Product:	Red Hat OpenStack	Reporter:	Leonid Natapov <lnatapov>
Component:	rabbitmq-server	Assignee:	Peter Lemenkov <plemenko>
Status:	CLOSED ERRATA	QA Contact:	Leonid Natapov <lnatapov>
Severity:	urgent	Docs Contact:
Priority:	urgent
Version:	9.0 (Mitaka)	CC:	apevec, fdinitto, jeckersb, jjoyce, lhh, lnatapov, michele, mkrcmari, oblaut, plemenko, sclewis, srevivo
Target Milestone:	ga	Keywords:	AutomationBlocker, Regression
Target Release:	9.0 (Mitaka)
Hardware:	Unspecified
OS:	Unspecified
Whiteboard:
Fixed In Version:	rabbitmq-server-3.6.3-5.el7os,resource-agents-3.9.5-54.el7_2.16	Doc Type:	If docs needed, set a value
Doc Text:		Story Points:	---
Clone Of:		Environment:
Last Closed:	2016-08-11 12:24:14 UTC	Type:	Bug
Regression:	---	Mount Type:	---
Documentation:	---	CRM:
Verified Versions:		Category:	---
oVirt Team:	---	RHEL 7.3 requirements from Atomic Host:
Cloudforms Team:	---	Target Upstream Version:
Embargoed:
Bug Depends On:	1343905
Bug Blocks:	1309684

Description Leonid Natapov 2016-06-06 11:13:03 UTC

Description of problem:

We are running sanity tests on rabbitmq (HA deployment with OSPD 9) in order to make sure everything is OK after RabbitMQ rebase.
The version of rabbitmq-server that we are testing is 3.6.2-3

After hard reset of controllers (the reset was done using IMPI) rabbitmq failed to start on two controllers. First one controller was reset and after it was UP ,another one was reset.

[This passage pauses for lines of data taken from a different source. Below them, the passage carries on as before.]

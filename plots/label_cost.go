package plots

import (
	"math"

	"gonum.org/v1/plot/vg"
)

// cost prices a candidate for label i, infinite where it may not stand, and gives it
// its leader. A price above limit need not be exact.
func (pl *placer) cost(cand *placedLabel, i int, limit float64) float64 {
	gaps := xy(wordGap, textGap)
	room := vg.Rectangle{Min: cand.box.Min.Sub(gaps), Max: cand.box.Max.Add(gaps)}
	if !within(pl.bounds, room.Min) || !within(pl.bounds, room.Max) || pl.covered(room, i) {
		return math.Inf(1)
	}
	near := nearest(cand.box, cand.at)
	gap := near.Sub(cand.at)
	dist := math.Hypot(gap.X.Points(), gap.Y.Points())
	sum := math.Max(0, dist-cand.clear)
	if dist > cand.clear+leaderFrom {
		stop := cand.at.Add(gap.Scale(vg.Length(cand.clear / dist)))
		cand.leader = []vg.Point{near, stop}
		sum += 4 + pl.leaderCost(cand.leader, i)
	}
	if want := math.Hypot(cand.want.X.Points(), cand.want.Y.Points()); want > 0 {
		mid := cand.box.Min.Add(cand.box.Max).Scale(0.5).Sub(cand.at)
		l := math.Hypot(mid.X.Points(), mid.Y.Points())
		if l > 0 {
			sum += priceTurn * (1 - mid.Dot(cand.want).Points()/(want*l))
		}
	}
	if sum >= limit {
		return sum
	}
	return sum + pl.coverCost(room)
}

// covered reports whether room overlaps a text, or a leader of another label runs through it.
func (pl *placer) covered(room vg.Rectangle, i int) bool {
	for _, r := range pl.fixed {
		if overlap(room, r) {
			return true
		}
	}
	for j, o := range pl.labels {
		if j == i || !o.ok {
			continue
		}
		if overlap(room, o.box) || len(o.leader) > 0 && crosses(room, o.leader[0], o.leader[1]) {
			return true
		}
	}
	return false
}

func (pl *placer) coverCost(room vg.Rectangle) float64 {
	sum := 0.0
	for _, m := range pl.marks {
		if overlap(room, m) {
			sum += priceMark
		}
	}
	for _, l := range pl.lines {
		if crosses(room, l.a, l.b) {
			sum += l.price
		}
	}
	return sum
}

// leaderCost prices a leader; it may not run through a text.
func (pl *placer) leaderCost(leader []vg.Point, i int) float64 {
	sum := 0.0
	for _, r := range pl.fixed {
		if crosses(r, leader[0], leader[1]) {
			return math.Inf(1)
		}
	}
	for j, o := range pl.labels {
		if j == i || !o.ok {
			continue
		}
		if crosses(o.box, leader[0], leader[1]) {
			return math.Inf(1)
		}
		if len(o.leader) > 0 && meet(leader[0], leader[1], o.leader[0], o.leader[1]) {
			sum += priceCross
		}
	}
	for _, l := range pl.lines {
		switch {
		case l.price < priceThin || !meet(leader[0], leader[1], l.a, l.b):
		case l.price >= priceStrong:
			sum += priceCross
		default:
			sum += priceOver
		}
	}
	return sum
}

func nearest(r vg.Rectangle, p vg.Point) vg.Point {
	return vg.Point{X: max(r.Min.X, min(r.Max.X, p.X)), Y: max(r.Min.Y, min(r.Max.Y, p.Y))}
}

// crosses reports whether the segment a-b has a part in r, by the bounds on its
// parameter of Liang & Barsky, ACM Transactions on Graphics 3 (1984) 1-22 (from memory).
func crosses(r vg.Rectangle, a, b vg.Point) bool {
	from, to := vg.Length(0), vg.Length(1)
	within := func(lo, hi, p, d vg.Length) bool {
		if d == 0 {
			return p >= lo && p <= hi
		}
		u, w := (lo-p)/d, (hi-p)/d
		from, to = max(from, min(u, w)), min(to, max(u, w))
		return from <= to
	}
	return within(r.Min.X, r.Max.X, a.X, b.X-a.X) && within(r.Min.Y, r.Max.Y, a.Y, b.Y-a.Y)
}

// meet reports whether the segments a-b and c-d cross.
func meet(a, b, c, d vg.Point) bool {
	side := func(p, q, r vg.Point) vg.Length { return (q.X-p.X)*(r.Y-p.Y) - (q.Y-p.Y)*(r.X-p.X) }
	return side(a, b, c)*side(a, b, d) < 0 && side(c, d, a)*side(c, d, b) < 0
}
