package plots

import (
	"image/color"
	"math"

	"gonum.org/v1/plot/font"
	"gonum.org/v1/plot/vg"
)

// backend is the kind of canvas under a pad: they differ in arcs, halos and characters.
type backend int

const (
	onSVG backend = iota
	onPNG
	onPDF
)

// haloVariant marks a text that wants a halo for the SVG post-processing, which finds
// it as the font-variant that the SVG canvas writes out.
const haloVariant = "halo"

// haloWidth is how far a halo reaches around the letters, pt.
const haloWidth = 1.3

// pad draws on a canvas in the terms of the figure language.
type pad struct {
	canvas vg.Canvas
	kind   backend
}

func xy(x, y float64) vg.Point { return vg.Point{X: vg.Length(x), Y: vg.Length(y)} }

func (p *pad) use(n pen) {
	p.canvas.SetColor(inks[n.ink].light)
	p.canvas.SetLineWidth(n.width)
	p.canvas.SetLineDash(n.dashes, 0)
}

func (p *pad) stroke(n pen, path vg.Path) {
	if len(path) < 2 {
		return
	}
	p.use(n)
	p.canvas.Stroke(path)
}

func (p *pad) fill(c ink, path vg.Path) {
	if len(path) < 3 {
		return
	}
	p.canvas.SetColor(inks[c].light)
	p.canvas.Fill(path)
}

// line draws the polyline through pts.
func (p *pad) line(n pen, pts ...vg.Point) { p.stroke(n, linePath(pts, false)) }

func linePath(pts []vg.Point, closed bool) vg.Path {
	if len(pts) < 2 {
		return nil
	}
	var path vg.Path
	path.Move(pts[0])
	for _, q := range pts[1:] {
		path.Line(q)
	}
	if closed {
		path.Close()
	}
	return path
}

// arcPath is a path along an arc: a true arc in SVG, else Bezier cubics, because the
// PDF canvas strokes an arc as a path of its own.
func (p *pad) arcPath(c vg.Point, r vg.Length, start, end float64) vg.Path {
	var path vg.Path
	path.Move(onCircle(c, r, start))
	if p.kind == onSVG {
		const most = 2 * math.Pi / 3 // an SVG arc whose ends meet is not drawn
		n := 1 + int(math.Abs(end-start)/most)
		da := (end - start) / float64(n)
		for i := range n {
			path.Arc(c, r, start+da*float64(i), da)
		}
		return path
	}
	n := 1 + int(math.Abs(end-start)/(math.Pi/4))
	da := (end - start) / float64(n)
	k := r * vg.Length(4.0/3.0*math.Tan(da/4)) // the usual cubic through a circular arc; 4e-6 r off
	for i := range n {
		a0, a1 := start+da*float64(i), start+da*float64(i+1)
		p0, p1 := onCircle(c, r, a0), onCircle(c, r, a1)
		path.CubeTo(p0.Add(heading(a0+math.Pi/2).Scale(k)), p1.Sub(heading(a1+math.Pi/2).Scale(k)), p1)
	}
	return path
}

func heading(a float64) vg.Point { return xy(math.Cos(a), math.Sin(a)) }

func onCircle(c vg.Point, r vg.Length, a float64) vg.Point { return c.Add(heading(a).Scale(r)) }

func (p *pad) circlePath(c vg.Point, r vg.Length) vg.Path {
	path := p.arcPath(c, r, 0, 2*math.Pi)
	path.Close()
	return path
}

// pdfBold is how far, as a share of its size, bold type is drawn again beside itself on the PDF canvas,
// which puts one face only into a file, whatever it is asked for.
const pdfBold = 0.04

// face is the type face for a text. On SVG, variant carries the wish for a halo.
func (p *pad) face(size float64, bold, halo bool) font.Face {
	f := face(size, bold && p.kind != onPDF)
	if halo && p.kind == onSVG {
		f.Font.Variant = haloVariant
	}
	return f
}

// text is a line of type; at is on the baseline, and along runs from 0, text begins at
// at, to 1, text ends there.
type text struct {
	s     string
	at    vg.Point
	along float64
	size  float64
	bold  bool
	halo  bool
	ink   ink
}

func (p *pad) text(t text) {
	if t.s == "" {
		return
	}
	at := xy(t.at.X.Points()-t.along*textWidth(t.s, t.size, t.bold), t.at.Y.Points())
	s := t.s
	if p.kind == onPDF {
		s = toCodePage(s)
	}
	f := p.face(t.size, t.bold, t.halo)
	if t.halo && p.kind != onSVG {
		p.halo(f, at, s)
	}
	p.canvas.SetColor(inks[t.ink].light)
	p.canvas.FillString(f, at, s)
	if t.bold && p.kind == onPDF {
		p.canvas.FillString(f, at.Add(xy(pdfBold*t.size, 0)), s)
	}
}

// halo draws s in paper colour around at, where the canvas cannot stroke text.
func (p *pad) halo(f font.Face, at vg.Point, s string) {
	p.canvas.SetColor(inks[inkPaper].light)
	for i := range 12 {
		p.canvas.FillString(f, onCircle(at, haloWidth, float64(i)*math.Pi/6), s)
	}
}

func (p *pad) rect(r vg.Rectangle, n pen) { p.stroke(n, r.Path()) }

func (p *pad) fillRect(r vg.Rectangle, c ink) { p.fill(c, r.Path()) }

// arrow draws an arrowhead with its tip at tip, pointing along dir (rad).
func (p *pad) arrow(c ink, tip vg.Point, dir, size float64) {
	const half = 0.16 // rad; slim, as on drawings
	path := linePath([]vg.Point{
		tip, tip.Sub(heading(dir - half).Scale(vg.Length(size))), tip.Sub(heading(dir + half).Scale(vg.Length(size))),
	}, true)
	p.fill(c, path)
}

// codePage lists the characters of code page 1252 from 0x80 to 0x9F; 0 where it has none.
var codePage = [32]rune{
	'€', 0, '‚', 'ƒ', '„', '…', '†', '‡', 'ˆ', '‰', 'Š', '‹', 'Œ', 0, 'Ž', 0,
	0, '‘', '’', '“', '”', '•', '–', '—', '˜', '™', 'š', '›', 'œ', 0, 'ž', 'Ÿ',
}

// toCodePage encodes s for the PDF canvas, which takes bytes of code page 1252.
func toCodePage(s string) string {
	out := make([]byte, 0, len(s))
	for _, r := range s {
		out = append(out, codePageByte(r))
	}
	return string(out)
}

func codePageByte(r rune) byte {
	switch {
	case r < 0x80 || r >= 0xA0 && r <= 0xFF:
		return byte(r)
	case r == '\u2212': // minus
		return 0x96 // en dash
	case r == '\u03BC': // Greek mu
		return 0xB5 // micro sign
	}
	for i, c := range codePage {
		if c == r {
			return byte(0x80 + i)
		}
	}
	return '?'
}

// paperColour is the background for charts, which gonum's plots draw themselves.
func paperColour() color.Color { return inks[inkPaper].light }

PCS STATUS shows the following:
-------------------------------
 Clone Set: rabbitmq-clone [rabbitmq]
     Started: [ overcloud-controller-2 ]
     Stopped: [ overcloud-controller-0 overcloud-controller-1 ]

I can see the following in the overcloud-controller-0-sasl.log
----------------------------------------

CRASH REPORT==== 5-Jun-2016::10:29:00 ===
  crasher:
    initial call: application_master:init/4
    pid: <0.56.0>
    registered_name: []
    exception exit: {{shutdown,
                         {failed_to_start_child,mnesia_kernel_sup,killed}},
                     {mnesia_sup,start,[normal,[]]}}
      in function  application_master:init/4 (application_master.erl, line 134)
    ancestors: [<0.55.0>]
    messages: [{'EXIT',<0.57.0>,normal}]
    links: [<0.55.0>,<0.7.0>]
    dictionary: []
    trap_exit: true
    status: running
    heap_size: 376
    stack_size: 27
    reductions: 114
  neighbours:

=CRASH REPORT==== 5-Jun-2016::10:29:00 ===
  crasher:
    initial call: mnesia_monitor:init/1
    pid: <0.61.0>
    registered_name: mnesia_monitor
    exception exit: killed
      in function  gen_server:terminate/7 (gen_server.erl, line 826)
    ancestors: [mnesia_kernel_sup,mnesia_sup,<0.57.0>]
    messages: []
    links: [<0.96.0>,<14314.25129.8>]
    dictionary: []
    trap_exit: true
    status: running
    heap_size: 2586
    stack_size: 27
    reductions: 2593
  neighbours:


rabbit shows:
----------------------------------------
=ERROR REPORT==== 5-Jun-2016::10:29:07 ===
Error on AMQP connection <0.389.0> (10.35.169.15:37475 -> 10.35.169.15:5672, vhost: '/', user: 'guest', state: running), channel 0:
operation none caused a connection exception connection_forced: "broker forced connection closure with reason 'shutdown'"


The environment is available for debugging:
-------------------------------------------
Undercloud - puma42.scl.lab.tlv.redhat.com (root/qum5net) - bare metal.

Comment 1 Peter Lemenkov 2016-06-23 13:08:04 UTC

Status report - we believe this issue might be related to another one we're working on right now (see bug 1343905). As soon as we deliver a fix for it, we will ask you to re-test.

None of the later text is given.